Is that correct? Is there anything more definitive particularly on the relative timings of the periods?

Cheers


----------



## khampal (Feb 6, 2017)

If you mean a traditional single spring lever type profile: the preinfusion will be at boiler pressure (typically around 1.2 bar), 7-9 bars at the start of the shot and then decrease from there. Tbh I'm not sure how steep the decline is, nor what pressure spring levers typically exert at the end of the shot. Would be interesting to find out.

It's important to note that with a real lever, the temperature will also decrease throughout the shot as well as the pressure.


----------



## ashcroc (Oct 28, 2016)

jj-x-ray said:


> Don't laugh but I thought I'd have a go at manual flow profiling on my gaggia classic since I now have a pressure guage fitted.
> 
> However I'm not entirely sure what constitutes a lever profile in terms of pressure and time. I've read it's something like a low pressure (2 bar say) preinfusion followed by full pressure (9 bar) for a short period, then a constantly decreasing pressure for the rest of the shot.
> 
> ...


Post 1841 of the decent espresso thread shows a grafic of a pseudo lever shot which may help.


----------



## johnealey (May 19, 2014)

you really do like that Arnica being rubbed in









Chuckles

John


----------



## Stanic (Dec 12, 2015)

Gabor, from Naked espresso, added his piston pressure kit to the Profitec 800, this is with the double spring configuration:


----------



## jj-x-ray (Dec 31, 2017)

ashcroc said:


> Post 1841 of the decent espresso thread shows a grafic of a pseudo lever shot which may help.

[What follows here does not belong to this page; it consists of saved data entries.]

//! Laws of flights between circles with excess speed; outside values are compared in `tests/excess.rs`.

use orbits::units;
use proptest::prelude::*;

use super::*;
use crate::certificate::Verdict;

fn problem(target_radius: f64, ac_mm_s2: f64, [departure, arrival]: [f64; 2]) -> Problem {
    let lightness = units::lightness(ac_mm_s2);
    Problem {
        circles: solve::Problem { start_radius: 1.0, target_radius, lightness },
        allowance: Allowance {
            departure: units::canonical_speed(departure),
            arrival: units::canonical_speed(arrival),
        },
    }
}

/// The proven flight, and its first costate.
#[track_caller]
fn flown(problem: &Problem) -> (Flown, Unknowns) {
    let solved = solve(problem).expect("a way leads there");
    let flown = fly(problem, &solved.unknowns).expect("a solved flight flies");
    assert_eq!(flown.evidence.verdict(), Verdict::Converged, "{problem:?}: {:?}", flown.evidence);
    (flown, solved.unknowns)
}

const MARS: f64 = 1.52371034;

#[test]
fn no_allowance_gives_the_flight_without_to_the_last_digit() {
    let problem = problem(MARS, 0.7, [0.0, 0.0]);
    let plain = without_excess(&problem.circles).expect("the table covers this flight");
    let (flight, unknowns) = flown(&problem);
    let expected = super::super::flight::fly(&problem.circles, &plain.unknowns).expect("it flies");
    assert_eq!(unknowns, plain.unknowns);
    assert_eq!((flight.time, flight.evidence), (expected.time, expected.evidence));
    assert_eq!(flight.excess.departure, 0.0);
}

#[test]
fn a_huge_allowance_stops_mattering() {
    // Computed by collocation and by an independent indirect method (tests/reference): 2.698907 km/s is best.
    let (enough, _) = flown(&problem(MARS, 0.5, [3.0, 0.0]));
    for allowance in [5.0, 12.0, 30.0] {
        let (huge, _) = flown(&problem(MARS, 0.5, [allowance, 0.0]));
        // Times are stationary, so they agree to the square of the residual; the speed to the residual itself.
        assert!(
            (huge.time / enough.time - 1.0).abs() < 1e-9,
            "{allowance} km/s: {} {}",
            huge.time,
            enough.time
        );
        assert!((units::km_per_s(huge.excess.departure) - 2.698907).abs() < 1e-5);
    }
    let (less, _) = flown(&problem(MARS, 0.5, [2.6, 0.0]));
    assert!(less.time > enough.time && (units::km_per_s(less.excess.departure) - 2.6).abs() < 1e-9);
}

#[test]
fn a_kick_off_the_primer_is_caught() {
    let problem = problem(MARS, 1.0, [3.0, 0.0]);
    let (_, unknowns) = flown(&problem);
    let mut start = launched(unknowns.costate.into(), problem.allowance.departure);
    let (u, v) = (start[1], start[2] - 1.0);
    let (sin, cos) = 1e-3f64.sin_cos();
    (start[1], start[2]) = (u * cos - v * sin, 1.0 + u * sin + v * cos);
    let turned = fly_from(&problem.circles, &start, unknowns.time, &problem.allowance).expect("it flies");
    assert!(turned.evidence.excess_misfit > 1e-5, "{:?}", turned.evidence);
    assert_ne!(turned.evidence.verdict(), Verdict::Converged);
}

#[test]
fn more_than_allowed_is_caught() {
    let problem = problem(MARS, 1.0, [0.0, 2.0]);
    let (_, unknowns) = flown(&problem);
    let allowance = Allowance { arrival: 0.99 * problem.allowance.arrival, ..problem.allowance };
    let judged = fly(&Problem { allowance, ..problem }, &unknowns).expect("it flies");
    assert!((judged.evidence.speed_error / problem.allowance.arrival - 0.01).abs() < 1e-6);
    assert_ne!(judged.evidence.verdict(), Verdict::Converged);
}

/// d(time)/d(allowance) = -|p|/H at the end in question: the multiplier of the allowance.
#[test]
fn time_falls_with_the_allowance_as_the_primer_says() {
    let step = 0.01;
    for (target, ac, at) in [(MARS, 1.0, [2.0, 0.0]), (0.7, 0.6, [0.0, 1.5]), (2.5, 1.4, [1.0, 3.0])] {
        let central = problem(target, ac, at);
        let (flight, unknowns) = flown(&central);
        let start = launched(unknowns.costate.into(), central.allowance.departure);
        let flow = Extremal { lightness: central.circles.lightness };
        let options = Options { tolerance: 1e-12, max_steps: MAX_STEPS };
        let end = integrate(&flow, &start, unknowns.time, &options).state;
        for (which, y) in [start, end].into_iter().enumerate() {
            if at[which] == 0.0 {
                continue;
            }
            let moved = |by: f64| {
                let mut speeds = at;
                speeds[which] += by;
                flown(&problem(target, ac, speeds)).0.time
            };
            let rate = (moved(step) - moved(-step)) / units::canonical_speed(2.0 * step);
            let expected = -y[4].hypot(y[5]) / flight.evidence.hamiltonian_at_arrival;
            // The central difference's own error: third derivatives times (3e-4)^2.
            assert!((rate / expected - 1.0).abs() < 1e-4, "{target} {which}: {rate} against {expected}");
        }
    }
}

proptest! {
    #![proptest_config(ProptestConfig::with_cases(40))]

    #[test]
    fn more_allowance_is_never_slower(
        ratio_ln in -1.0..1.2f64, ac in 0.6..4.0f64, departure in 0.0..4.0f64, arrival in 0.0..4.0f64, more in 0.0..1.0f64,
    ) {
        prop_assume!(ratio_ln.abs() > 0.05);
        let (few, _) = flown(&problem(ratio_ln.exp(), ac, [departure, arrival]));
        let (many, _) = flown(&problem(ratio_ln.exp(), ac, [departure + more, arrival + 1.0 - more]));
        prop_assert!(many.time < few.time * (1.0 + 1e-9));
    }

    #[test]
    fn scaling_lengths_scales_speeds_by_the_inverse_root(
        ratio_ln in -1.0..1.2f64, ac in 0.6..4.0f64, speed in 0.5..3.0f64, scale in 0.3..3.0f64,
    ) {
        prop_assume!(ratio_ln.abs() > 0.05);
        let small = problem(ratio_ln.exp(), ac, [speed, speed]);
        let circles = solve::Problem {
            start_radius: scale, target_radius: scale * ratio_ln.exp(), ..small.circles
        };
        let large = Problem { circles, allowance: small.allowance.times(scale.powf(-0.5)) };
        let ((small, _), (large, _)) = (flown(&small), flown(&large));
        prop_assert!((large.time / small.time / scale.powf(1.5) - 1.0).abs() < 1e-9);
        prop_assert!((large.excess.arrival / small.excess.arrival * scale.sqrt() - 1.0).abs() < 1e-6);
    }
}
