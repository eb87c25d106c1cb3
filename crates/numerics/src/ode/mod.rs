//! Ordinary differential equations: one explicit method of order 8 with dense output and events.

pub mod dense;
pub mod flow;
pub mod integrate;
mod tableau;

pub use dense::DenseStep;
pub use flow::{EventKind, Flow, Mode};
pub use integrate::{Options, Outcome, Termination, integrate, integrate_observed};
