//! The weakest sail that still makes a date.

use numerics::root::{Bracket, find_root};
use optimal::coplanar::solve::{Problem, solve};

/// Lightness numbers searched: characteristic accelerations of 0.03 to 20 mm/s^2, the table of first guesses.
const LIGHTEST: f64 = 0.03 / 5.930_084;
const HEAVIEST: f64 = 20.0 / 5.930_084;

/// Lightness number at which the minimum-time flight of `problem`'s circles takes exactly `time`.
///
/// Solved directly: more acceleration is never slower, so there is one crossing. `None` when no sail in the range
/// searched is fast enough, or when even the weakest is (`problem.lightness` is where the search starts).
///
/// # Units
/// Canonical.
pub fn lightness_needed(problem: &Problem, time: f64) -> Option<f64> {
    // In logarithms the curve is nearly straight, so few solves are needed.
    let excess = |lightness_ln: f64| {
        let solved = solve(&Problem { lightness: lightness_ln.exp(), ..*problem })?;
        Some((solved.unknowns.time * problem.time_scale() / time).ln())
    };
    let start = problem.lightness.ln();
    let at_start = excess(start)?;
    let (mut edge, mut at_edge) = (start, at_start);
    let step = if at_start > 0.0 { 0.5 } else { -0.5 };
    while (at_edge > 0.0) == (at_start > 0.0) {
        if edge == LIGHTEST.ln() || edge == HEAVIEST.ln() {
            return None;
        }
        edge = (edge + step).clamp(LIGHTEST.ln(), HEAVIEST.ln());
        at_edge = excess(edge)?;
    }
    let mut bracket = Bracket { low: start, high: edge, at_low: at_start, at_high: at_edge };
    if edge < start {
        bracket = Bracket { low: edge, high: start, at_low: at_edge, at_high: at_start };
    }
    let root = find_root(|x| excess(x).unwrap_or(f64::NAN), bracket, 1e-10).exp();
    // Solved once more at the root: a failed solve on the way must not pass as an answer.
    (excess(root.ln())?.abs() < 1e-8).then_some(root)
}

#[cfg(test)]
mod tests {
    use super::*;
    use orbits::units;

    #[test]
    fn the_weakest_sail_takes_exactly_the_time_given() {
        let problem = Problem { start_radius: 1.0, target_radius: 1.52371034, lightness: 0.17 };
        for time_d in [350.0, 450.0, 700.0] {
            let needed = lightness_needed(&problem, units::canonical_time(time_d)).expect("within range");
            let solved = solve(&Problem { lightness: needed, ..problem }).expect("solved");
            assert!((units::days(solved.unknowns.time) / time_d - 1.0).abs() < 1e-8);
        }
    }

    #[test]
    fn computed_times_give_their_accelerations_back() {
        // Times by direct and indirect methods agreeing to 1e-4 (computed): 407.72 d at 1 mm/s^2, 560.11 d at 0.5.
        // Half a unit in the last digit is 1e-5 of the time; time goes as about the -0.45th power.
        let problem = Problem { start_radius: 1.0, target_radius: 1.52371034, lightness: 0.3 };
        for (time_d, ac) in [(407.72, 1.0), (560.11, 0.5)] {
            let needed = lightness_needed(&problem, units::canonical_time(time_d)).expect("within range");
            assert!((units::mm_per_s2(needed) / ac - 1.0).abs() < 1e-4, "{}", units::mm_per_s2(needed));
        }
    }

    #[test]
    fn dates_out_of_reach_are_not_answered() {
        let problem = Problem { start_radius: 1.0, target_radius: 5.202887, lightness: 0.17 };
        assert_eq!(lightness_needed(&problem, units::canonical_time(10.0)), None);
    }
}
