//! One branch of flights to a moving body, marched along the calendar of departure dates.
//!
//! The target is where the ephemeris says, so that a marched flight needs only its last digits polished. Steps are
//! natural, with a predictor of third order; where the calendar is steep they follow the arc.

use nalgebra::{Matrix3, SVector, Vector3, Vector6};
use numerics::arclength::{Curve, Ended, Goal, Row, Stride, follow};

use super::curves::{PHASE_COLUMN, Point, meeting_rows, moved_point, row_scales};
use super::ends::{State, coasting_rate};
use super::polish::{Conditions, Flight};
use super::terminal::{Terminal, fly};

/// A flight that can be marched on.
#[derive(Clone, Debug)]
pub struct Branch {
    /// The flight, exact to about the square of [`ACCEPT`]: good to march and to compare, not to report.
    pub flight: Flight,
    /// Where it stands on its curve.
    now: Stand,
    /// Where it stood one step before.
    before: Option<Stand>,
}

/// A point of a curve and the curve's direction there: change of costate and flight time per unit of parameter, in
/// the scale of the columns.
#[derive(Clone, Copy, Debug)]
struct Stand {
    point: Point,
    rate: SVector<f64, 7>,
    /// Tolerance of the integrations that it needed.
    tolerance: f64,
}

/// Tolerance of integrations on the way: the usual one, and that of flights which wait nearly edge-on on the departure
/// orbit, whose ends move by up to 1e7 times a change of the first costate.
const TOLERANCE: f64 = 1e-9;
const TIGHT: f64 = 1e-12;

/// A correction at most this long ends the corrections of a marched flight.
const ACCEPT: f64 = 3e-4;

/// Longest first correction of a natural step; beyond it the step is halved.
const NATURAL: f64 = 0.03;

/// How often a step is halved before it is taken along the arc instead.
const HALVINGS: u32 = 3;

/// The curve of flights to the body where it will be, departure at the parameter.
///
/// Costates count along the departure body's own outward, forward and upward directions: those of a flight that
/// waits turn with the body, and their curve would be a helix in fixed axes.
struct Calendar<'a> {
    conditions: &'a Conditions<'a>,
    tolerance: f64,
}

/// Outward, forward and upward at `start`, and how fast the first two turn.
fn frame(start: &State) -> (Matrix3<f64>, f64) {
    let (r, v) = (Vector3::new(start[0], start[1], start[2]), Vector3::new(start[3], start[4], start[5]));
    let momentum = r.cross(&v);
    let (outward, up) = (r.normalize(), momentum.normalize());
    (Matrix3::from_columns(&[outward, up.cross(&outward), up]), momentum.norm() / r.norm_squared())
}

fn turned(axes: &Matrix3<f64>, costate: &Vector6<f64>) -> Vector6<f64> {
    let (l, p) = (axes * costate.fixed_rows::<3>(0), axes * costate.fixed_rows::<3>(3));
    Vector6::new(l.x, l.y, l.z, p.x, p.y, p.z)
}

impl Curve<7, 8> for Calendar<'_> {
    type Point = Point;

    fn linearised(&self, point: &Point) -> Option<Row<7, 8>> {
        let conditions = self.conditions;
        let start = (conditions.from)(point.parameter)?;
        let target = (conditions.to)(point.parameter + point.time)?;
        let (leaving, along) = (coasting_rate(&start), coasting_rate(&target));
        let (axes, swing) = frame(&start);
        let costate = turned(&axes, &point.costate);
        let fixed = fly(conditions.lightness, &start, &leaving, &costate, point.time, self.tolerance)?;
        let mut by_costate = fixed.by_costate;
        for k in [0, 3] {
            let block = fixed.by_costate.fixed_columns::<3>(k) * axes;
            by_costate.fixed_columns_mut::<3>(k).copy_from(&block);
        }
        let l = point.costate;
        let turning = Vector6::new(-l[1], l[0], 0.0, -l[4], l[3], 0.0) * swing;
        let carried = by_costate * turning;
        let by_start = std::array::from_fn(|i| fixed.by_start[i] + carried[i]);
        let terminal = Terminal { by_costate, by_start, ..fixed };
        let scales = row_scales(conditions.target_axis);
        Some(meeting_rows(&scales, &point.costate, &terminal, &by_start, (&target, &along)))
    }

    fn moved(&self, point: &Point, step: &SVector<f64, 8>) -> Point {
        let costate = step.fixed_rows::<6>(0).into_owned();
        moved_point(point, costate, step[6] * PHASE_COLUMN, 0.0, step[7] * PHASE_COLUMN)
    }

    fn parameter(&self, point: &Point) -> f64 {
        point.parameter / PHASE_COLUMN
    }
}

/// Newton at a fixed departure from `start`; the first correction at most `longest`.
fn corrected(conditions: &Conditions<'_>, tolerance: f64, start: Point, longest: f64) -> Option<Stand> {
    let curve = Calendar { conditions, tolerance };
    let (mut now, mut last) = (start, longest);
    for pass in 0..6 {
        let (value, jacobian) = curve.linearised(&now)?;
        let square = jacobian.fixed_columns::<7>(0).into_owned().lu();
        let step = square.solve(&-value)?;
        let length = step.norm();
        // Where the last correction was short in all but a weak direction, the second may be as long as the first.
        let limit = if pass < 2 { longest } else { 0.5 * last };
        if length.is_nan() || length > limit {
            return None;
        }
        last = length;
        now = curve.moved(&now, &step.push(0.0));
        if length <= ACCEPT {
            let rate = square.solve(&-jacobian.column(7).into_owned())?;
            return Some(Stand { point: now, rate, tolerance });
        }
    }
    None
}

impl Stand {
    /// Where the curve leads to: along its direction, or along the cubic through this stand and the one before.
    fn ahead(&self, before: Option<&Stand>, parameter: f64) -> Point {
        let there = |point: &Point| point.costate.push(point.time / PHASE_COLUMN);
        let gap = (parameter - self.point.parameter) / PHASE_COLUMN;
        let place = match before {
            None => there(&self.point) + self.rate * gap,
            Some(before) => {
                let span = (self.point.parameter - before.point.parameter) / PHASE_COLUMN;
                let s = 1.0 + gap / span;
                there(&before.point) * ((2.0 * s - 3.0) * s * s + 1.0)
                    + before.rate * (((s - 2.0) * s + 1.0) * s * span)
                    + there(&self.point) * ((3.0 - 2.0 * s) * s * s)
                    + self.rate * ((s - 1.0) * s * s * span)
            }
        };
        let costate = place.fixed_rows::<6>(0).normalize();
        Point { costate, time: place[6] * PHASE_COLUMN, arrival: 0.0, parameter }
    }
}

impl Branch {
    /// Takes up a flight found elsewhere; `None` where nothing near it meets the body.
    pub fn taken_up(conditions: &Conditions<'_>, found: &Flight) -> Option<Branch> {
        let (axes, _) = frame(&(conditions.from)(found.departure)?);
        let costate = turned(&axes.transpose(), &found.costate);
        let point = Point { costate, time: found.time, arrival: 0.0, parameter: found.departure };
        Branch::standing(conditions, corrected(conditions, TOLERANCE, point, 0.3)?, None)
    }

    fn standing(conditions: &Conditions<'_>, now: Stand, before: Option<Stand>) -> Option<Branch> {
        let Point { time, parameter: departure, .. } = now.point;
        let (axes, _) = frame(&(conditions.from)(departure)?);
        let costate = turned(&axes, &now.point.costate);
        Some(Branch { flight: Flight { costate, departure, time, arrival: departure + time }, now, before })
    }

    /// The branch at another departure; `None` when it is lost on the way.
    pub fn marched(&self, conditions: &Conditions<'_>, departure: f64) -> Option<Branch> {
        let (now, before) = onward(conditions, self.now, self.before, departure, HALVINGS)?;
        Branch::standing(conditions, now, before)
    }
}

/// A natural step to `departure`; in halves, or along the arc, where the curve bends too much for it.
fn onward(
    conditions: &Conditions<'_>,
    now: Stand,
    before: Option<Stand>,
    departure: f64,
    halvings: u32,
) -> Option<(Stand, Option<Stand>)> {
    if departure == now.point.parameter {
        return Some((now, before));
    }
    let guess = now.ahead(before.as_ref(), departure);
    for tolerance in [TOLERANCE, TIGHT].into_iter().filter(|tolerance| *tolerance <= now.tolerance) {
        if let Some(next) = corrected(conditions, tolerance, guess, NATURAL) {
            return Some((next, Some(now)));
        }
    }
    if halvings > 0 {
        let middle = 0.5 * (now.point.parameter + departure);
        let (half, before) = onward(conditions, now, before, middle, halvings - 1)?;
        return onward(conditions, half, before, departure, halvings - 1);
    }
    let sign = (departure - now.point.parameter).signum();
    let goal = Goal { parameter: departure / PHASE_COLUMN, sign };
    let followed =
        follow(&Calendar { conditions, tolerance: TIGHT }, now.point, &goal, &ALONG, &mut |_| true);
    let end = Some(followed).filter(|x| x.ended == Ended::Reached)?;
    let next = corrected(conditions, TIGHT, Point { parameter: departure, ..end.point }, 0.1)?;
    Some((next, Some(now)))
}

/// Steps along the arc where the calendar is steep.
const ALONG: Stride =
    Stride { first: 0.02, largest: 0.6, smallest: 1e-6, accept: 1e-3, wanted_correction: 0.01, budget: 100 };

Cheers that's a starter for 10.

I'll give it a go.....


----------



## Stanic (Dec 12, 2015)

And here is my sort-of lever profile with the Portaspresso


----------



## Stanic (Dec 12, 2015)

That was some time ago, these days I would let the pressure rise quickly to 8-9 bar and let it drop immediately by closing the valve, so I remove it at around 5 or 4 bars


----------



## ashcroc (Oct 28, 2016)

jj-x-ray said:


> Cheers that's a starter for 10.
> 
> I'll give it a go.....


Let me know how you get on. I'll have a similar setup to you to play with once I get everything together to fab a gauge mount on the side of my tebe. Unfortunately I don't have clearance if I still want to remove the top easily.


----------



## jj-x-ray (Dec 31, 2017)

Stanic said:


> That was some time ago, these days I would let the pressure rise quickly to 8-9 bar and let it drop immediately by closing the valve, so I remove it at around 5 or 4 bars


ill be limited by my own hand eye coordination and the shonkyness of my setup :lol:


----------



## Stanic (Dec 12, 2015)

it just takes a lot of practice


----------



## Kim Baker (Jun 9, 2018)

Stanic said:


> Gabor, from Naked espresso, added his piston pressure kit to the Profitec 800, this is with the double spring configuration:


Thanks for share the video


----------



## Stanic (Dec 12, 2015)

no problem









actually, there isn't a single profile you could call "lever" as each machine is unique in some way, some use boiler pressure pre-infusion, some use pump pressure pre-infusion, some peak at 6 bar, some at 8, 10 or even 11 (like the Izzo Alex Leva), some have a faster pressure fall-off while others a slower one

then there are the manual levers like La Pavoni or Olympia etc. where the profiles are all over the place









edit: but in general, a lever profile has a lower pressure pre-infusion part, fast ramp-up to peak pressure and slow decline together with slightly declining temperature


----------



## mathof (Mar 24, 2012)

I see the point of a pressure profile gauge like this on a manual lever, as it indicates in real time the profile you are pulling. But a spring lever only needs to be read a couple of times to see what happens, depending on the catch point. After that, it will always be the same.

Matt


----------



## Stanic (Dec 12, 2015)

Agreed


----------



## Stanic (Dec 12, 2015)

some good read on pressure profiling here: http://www.portaspresso.com/page003.html


----------



## John Yossarian (Feb 2, 2016)

Forgive my ignorance but how would it be possible to do lever profiling on a Gaggia Classic? Once you stop the pump the flow stops as well and the pressure quickly drops to minimum. I definitely am missing something.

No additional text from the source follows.